Exercise requirements: Go through the entries and copy every line that has the string "cubic" in it.

(Stored items)
@njit(cache=True)
def track_symbols(mf, base, t_limit, params, mod_code, third_order, sf, si,
                  out_pos, out_sym, out_amp, out_flags, out_theta):
    """Gardner timing recovery with a cubic (Farrow) interpolator and a symbol-rate carrier loop.

    Parameters
    ----------
    mf : complex64 array
        Matched-filter output (or, with ``hbox > 0``, the derotated samples); ``mf[i]`` is
        centred on recording sample ``base + i``.  ``int(hbox + 0.5) + 2`` samples (2 for the
        cubic) are needed on each side of a strobe.
    base : int
        Absolute sample index of ``mf[0]``.
    t_limit : float
        No strobe at or beyond this sample position is taken (end of the recording at flush).
    params : float64 array
        ``[sps, kp_t, ki_t, kp_c, ki_c, kr_c, kp_c_wide, alpha_amp, alpha_lock_c, alpha_lock_s,
        c_on, c_off, c_min, s_on, s_off, s_min, r0, kd, warmup, hbox]``; no lock is declared before
        ``warmup`` symbols have been averaged.  ``hbox > 0`` selects the exact integrate-and-dump
        of half-width ``hbox`` samples over unfiltered samples (rect pulses) instead of the cubic
        interpolator over matched-filter output.
    mod_code : int
        0 BPSK, 1 QPSK, 2 OQPSK.
    third_order : int
        1 for the third-order carrier loop (rate integrator), else second order.
    sf, si : float64 / int64 arrays, updated in place
        State.  ``sf``: 0 t (next half-strobe), 1 timing rate integrator, 2 carrier phase (rad,
        unwrapped), 3 carrier frequency integrator (rad/symbol), 4 carrier rate integrator,
        5-10 the previous three half-strobe values (re, im), 11-12 EMA sums of ``|r|^2`` and
        ``|r|^4``, 13 EMA weight, 14-15 carrier-lock EMAs (numerator, denominator), 16-17 on-time /
        midpoint energy EMAs, 18 amplitude, 19 position of the pending on-time strobe, 20-22 the
        M2M4 EMAs (and weight) over the carrier-lock window.
        ``si``: 0 half-strobe parity (0 = next is on-time), 1 carrier lock, 2 symbol lock,
        3 symbols seen (saturating at ``warmup``), 4 consecutive symbols meeting the lock condition.
    out_pos, out_sym, out_amp, out_flags, out_theta
        Per symbol: position (samples), carrier-corrected symbol divided by the amplitude
        estimate (noise-free symbols about unit magnitude), the amplitude estimate,
        flags (bit 0 carrier lock, bit 1 symbol lock), carrier phase.

    Returns
    -------
    int
        Number of symbols written.

    Notes
    -----
    Two interpolants per symbol (on-time and midpoint) are taken at ``t`` by a cubic Lagrange
    interpolator in Farrow form; the strobe advances by ``sps (1 - v) / 2`` per half-strobe with
    the proportional timing correction applied once per symbol.  Timing error (Gardner 1986)
    ``e = Re{m^* (s_k - s_{k-1})}`` (OQPSK: I and Q each with their own midpoint), normalised by
    ``A^2 K_D``.  Carrier error: decision-directed Costas, ``sgn(I) Q`` (BPSK),
    ``sgn(I) Q - sgn(Q) I`` over ``sqrt(2) A`` (QPSK; OQPSK takes I and Q at their own strobes),
    so its slope is 1 rad/rad.  While the carrier is unlocked the loop runs first order with a
    wider gain and both integrators hold their value (coasting through fades).  Amplitude from
    the M2M4 moments (``S = sqrt(2 M2^2 - M4)``), which need no carrier or decisions.
    Cost: two interpolations and about 80 flops per symbol.
    """
    n_mf = mf.shape[0]
    sps = params[0]
    kp_t = params[1]
    ki_t = params[2]
    kp_c = params[3]
    ki_c = params[4]
    kr_c = params[5]
    kp_c_wide = params[6]
    a_amp = params[7]
    a_lc = params[8]
    a_ls = params[9]
    c_on = params[10]
    c_off = params[11]
    c_min = params[12]
    s_on = params[13]
    s_off = params[14]
    s_min = params[15]
    r0 = params[16]
    kd = params[17]
    warmup = params[18]
    hbox = params[19]
    look = int(hbox + 0.5) + 2 if hbox > 0.0 else 2

    t = sf[0]
    v_int = sf[1]
    theta = sf[2]
    w_int = sf[3]
    w_rate = sf[4]
    p1r = sf[5]
    p1i = sf[6]
    p2r = sf[7]
    p2i = sf[8]
    p3r = sf[9]
    p3i = sf[10]
    m2s = sf[11]
    m4s = sf[12]
    wsum = sf[13]
    cnum = sf[14]
    cden = sf[15]
    eon = sf[16]
    emid = sf[17]
    amp = sf[18]
    t_on = sf[19]
    m2f = sf[20]
    m4f = sf[21]
    wf = sf[22]
    parity = si[0]
    clock = si[1]
    slock = si[2]
    seen = si[3]
    cgood = si[4]

    inv_sqrt2 = 1.0 / math.sqrt(2.0)
    third = 1.0 / 3.0
    sixth = 1.0 / 6.0
    inv_kd = 1.0 / kd
    nout = 0
    # carrier phasor exp(j theta): advanced by small-angle rotations, recomputed exactly every
    # 64 half-strobes (and at every call), so it never drifts from theta by more than ~1e-7 rad
    cs = math.cos(theta)
    sn = math.sin(theta)
    theta_ph = theta
    nresync = 0
    while t < t_limit:
        m = int(math.floor(t))
        i = m - base
        if i + look >= n_mf:
            break
        if i - look < 0:
            # the wrapper always keeps enough history; this only guards the first call
            t += 0.5 * sps
            continue
        if hbox > 0.0:
            # exact integrate-and-dump over [t - h, t + h] of the piecewise-constant samples:
            # weight of sample j is the overlap of [j - 1/2, j + 1/2] with the window
            vr = 0.0
            vi = 0.0
            jlo = int(math.floor(t - hbox - 0.5))
            jhi = int(math.ceil(t + hbox + 0.5))
            for j in range(jlo, jhi + 1):
                u = j - t
                lo_e = u - 0.5 if u - 0.5 > -hbox else -hbox
                hi_e = u + 0.5 if u + 0.5 < hbox else hbox
                wgt = hi_e - lo_e
                if wgt > 0.0:
                    xs = mf[j - base]
                    vr += wgt * float(xs.real)
                    vi += wgt * float(xs.imag)
        else:
            mu = t - m
            a0 = mf[i - 1]
            a1 = mf[i]
            a2 = mf[i + 1]
            a3 = mf[i + 2]
            x0r = float(a0.real)
            x1r = float(a1.real)
            x2r = float(a2.real)
            x3r = float(a3.real)
            x0i = float(a0.imag)
            x1i = float(a1.imag)
            x2i = float(a2.imag)
            x3i = float(a3.imag)
            # Farrow coefficients of the cubic Lagrange interpolator (multiplications, not divisions)
            c1r = -third * x0r - 0.5 * x1r + x2r - sixth * x3r
            c2r = 0.5 * x0r - x1r + 0.5 * x2r
            c3r = sixth * (x3r - x0r) + 0.5 * (x1r - x2r)
            c1i = -third * x0i - 0.5 * x1i + x2i - sixth * x3i
            c2i = 0.5 * x0i - x1i + 0.5 * x2i
            c3i = sixth * (x3i - x0i) + 0.5 * (x1i - x2i)
            vr = x1r + mu * (c1r + mu * (c2r + mu * c3r))
            vi = x1i + mu * (c1i + mu * (c2i + mu * c3i))
        d = theta - theta_ph
        if nresync >= 64 or d > 0.3 or d < -0.3:
            cs = math.cos(theta)
            sn = math.sin(theta)
            nresync = 0
        else:
            d2 = d * d
            cd = 1.0 - d2 * (0.5 - d2 / 24.0)
            sd = d * (1.0 - d2 / 6.0)
            cs, sn = cs * cd - sn * sd, sn * cd + cs * sd
            nresync += 1
        theta_ph = theta
        wr = vr * cs + vi * sn
        wi = vi * cs - vr * sn

        if parity == 0:
            t_on = t
            t += 0.5 * sps * (1.0 - v_int)
        else:
            # symbol k complete: w[2k] = p1, w[2k-1] = p2, w[2k-2] = p3, w[2k+1] = (wr, wi)
            if mod_code == 2:
                sr = p1r
                sq = wi
                et = p2r * (p1r - p3r) + p1i * (wi - p2i)
                mid_e = p2r * p2r + p1i * p1i
                sg_i = 1.0 if p1r >= 0.0 else -1.0
                sg_q = 1.0 if wi >= 0.0 else -1.0
                ec_raw = (sg_i * p1i - sg_q * wr) * inv_sqrt2
            else:
                sr = p1r
                sq = p1i
                et = p2r * (p1r - p3r) + p2i * (p1i - p3i)
                mid_e = p2r * p2r + p2i * p2i
                sg_i = 1.0 if sr >= 0.0 else -1.0
                if mod_code == 0:
                    ec_raw = sg_i * sq
                else:
                    sg_q = 1.0 if sq >= 0.0 else -1.0
                    ec_raw = (sg_i * sq - sg_q * sr) * inv_sqrt2
            r2 = sr * sr + sq * sq
            # the loops are normalised by the amplitude of the previous symbol: it changes slowly,
            # and this keeps the square roots and division off the loops' critical path
            inv_amp_loop = 1.0 / amp

            # amplitude from bias-corrected EMAs of the M2M4 moments
            m2s = (1.0 - a_amp) * m2s + a_amp * r2
            m4s = (1.0 - a_amp) * m4s + a_amp * r2 * r2
            wsum = (1.0 - a_amp) * wsum + a_amp
            inv_w = 1.0 / wsum
            m2 = m2s * inv_w
            m4 = m4s * inv_w
            s2 = 2.0 * m2 * m2 - m4
            s_floor = 0.05 * m2
            sig = math.sqrt(s2) if s2 > s_floor * s_floor else s_floor
            amp = math.sqrt(sig) if sig > 1e-30 else 1e-15

            # carrier-lock statistic: Re(r^2) (BPSK) or -Re(r^4) (QPSK), relative to its locked
            # value, which comes from M2M4 moments averaged over the same window (a longer one
            # would lag at a signal's onset and make a slipping loop look locked).  The ratios
            # are compared cross-multiplied, so no division is needed.
            m2f = (1.0 - a_lc) * m2f + a_lc * r2
            m4f = (1.0 - a_lc) * m4f + a_lc * r2 * r2
            wf = (1.0 - a_lc) * wf + a_lc
            # the weight cancels in every ratio below, so the unnormalised sums are used
            s2w = 2.0 * m2f * m2f - m4f * wf
            if mod_code == 0:
                q = sr * sr - sq * sq
                qd = r2
                # expect = sigw / m2w; floor 0.1
                sigw = math.sqrt(s2w) if s2w > 0.0 else 0.0
                ref_num = sigw if sigw > 0.1 * m2f else 0.1 * m2f
                ref_den = m2f
            else:
                sr2 = sr * sr
                sq2 = sq * sq
                q = -(sr2 * sr2 - 6.0 * sr2 * sq2 + sq2 * sq2)
                qd = r2 * r2
                # expect = sigw^2 / m4w; floor 0.1
                ref_num = s2w if s2w > 0.1 * m4f * wf else 0.1 * m4f * wf
                ref_den = m4f * wf
            cnum = (1.0 - a_lc) * cnum + a_lc * q
            cden = (1.0 - a_lc) * cden + a_lc * qd
            # cnorm = (cnum / cden) / (ref_num / ref_den) compared with c_on / c_off
            lhs = cnum * ref_den
            if seen < warmup:
                seen += 1
            if clock == 0:
                # the condition must hold for `warmup` symbols in a row: a loop slipping cycles
                # at a large frequency error can push the statistic up for a moment
                if lhs > c_on * ref_num * cden and cnum > c_min * cden:
                    cgood += 1
                else:
                    cgood = 0
                if cgood >= warmup and seen >= warmup:
                    clock = 1
                    cgood = 0
            else:
                if lhs < c_off * ref_num * cden or cnum < 0.5 * c_min * cden:
                    clock = 0

            # symbol-lock statistic: on-time versus midpoint energy, relative to r0 S / (S + N)
            eon = (1.0 - a_ls) * eon + a_ls * r2
            emid = (1.0 - a_ls) * emid + a_ls * mid_e
            diff = eon - emid
            rho_num = sig if sig > 0.05 * m2 else 0.05 * m2
            if slock == 0:
                if diff * m2 > s_on * r0 * rho_num * eon and diff > s_min * eon and seen >= warmup:
                    slock = 1
            else:
                if diff * m2 < s_off * r0 * rho_num * eon or diff < 0.5 * s_min * eon:
                    slock = 0

            out_pos[nout] = t_on
            inv_amp = 1.0 / amp
            out_sym[nout] = complex(sr * inv_amp, sq * inv_amp)
            out_amp[nout] = amp
            out_flags[nout] = clock + 2 * slock
            out_theta[nout] = theta
            nout += 1

            # carrier loop (phase correction takes effect from the next half-strobe)
            ec = ec_raw * inv_amp_loop
            if clock == 1:
                if third_order == 1:
                    w_rate += kr_c * ec
                w_int += ki_c * ec + w_rate
                theta += kp_c * ec
            else:
                theta += kp_c_wide * ec

            # timing loop
            e_t = et * (inv_amp_loop * inv_amp_loop * inv_kd)
            if e_t > 1.0:
                e_t = 1.0
            elif e_t < -1.0:
                e_t = -1.0
            if clock == 1:
                v_int += ki_t * e_t
            t += 0.5 * sps * (1.0 - v_int) - sps * kp_t * e_t

        p3r = p2r
        p3i = p2i
        p2r = p1r
        p2i = p1i
        p1r = wr
        p1i = wi
        theta += 0.5 * w_int
        parity = 1 - parity

    sf[0] = t
    sf[1] = v_int
    sf[2] = theta
    sf[3] = w_int
    sf[4] = w_rate
    sf[5] = p1r
    sf[6] = p1i
    sf[7] = p2r
    sf[8] = p2i
    sf[9] = p3r
    sf[10] = p3i
    sf[11] = m2s
    sf[12] = m4s
    sf[13] = wsum
    sf[14] = cnum
    sf[15] = cden
    sf[16] = eon
    sf[17] = emid
    sf[18] = amp
    sf[19] = t_on
    sf[20] = m2f
    sf[21] = m4f
    sf[22] = wf
    si[0] = parity
    si[1] = clock
    si[2] = slock
    si[3] = seen
    si[4] = cgood
    return nout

Task solution:
    """Gardner timing recovery with a cubic (Farrow) interpolator and a symbol-rate carrier loop.
        cubic) are needed on each side of a strobe.
        of half-width ``hbox`` samples over unfiltered samples (rect pulses) instead of the cubic
    Two interpolants per symbol (on-time and midpoint) are taken at ``t`` by a cubic Lagrange
            # Farrow coefficients of the cubic Lagrange interpolator (multiplications, not divisions)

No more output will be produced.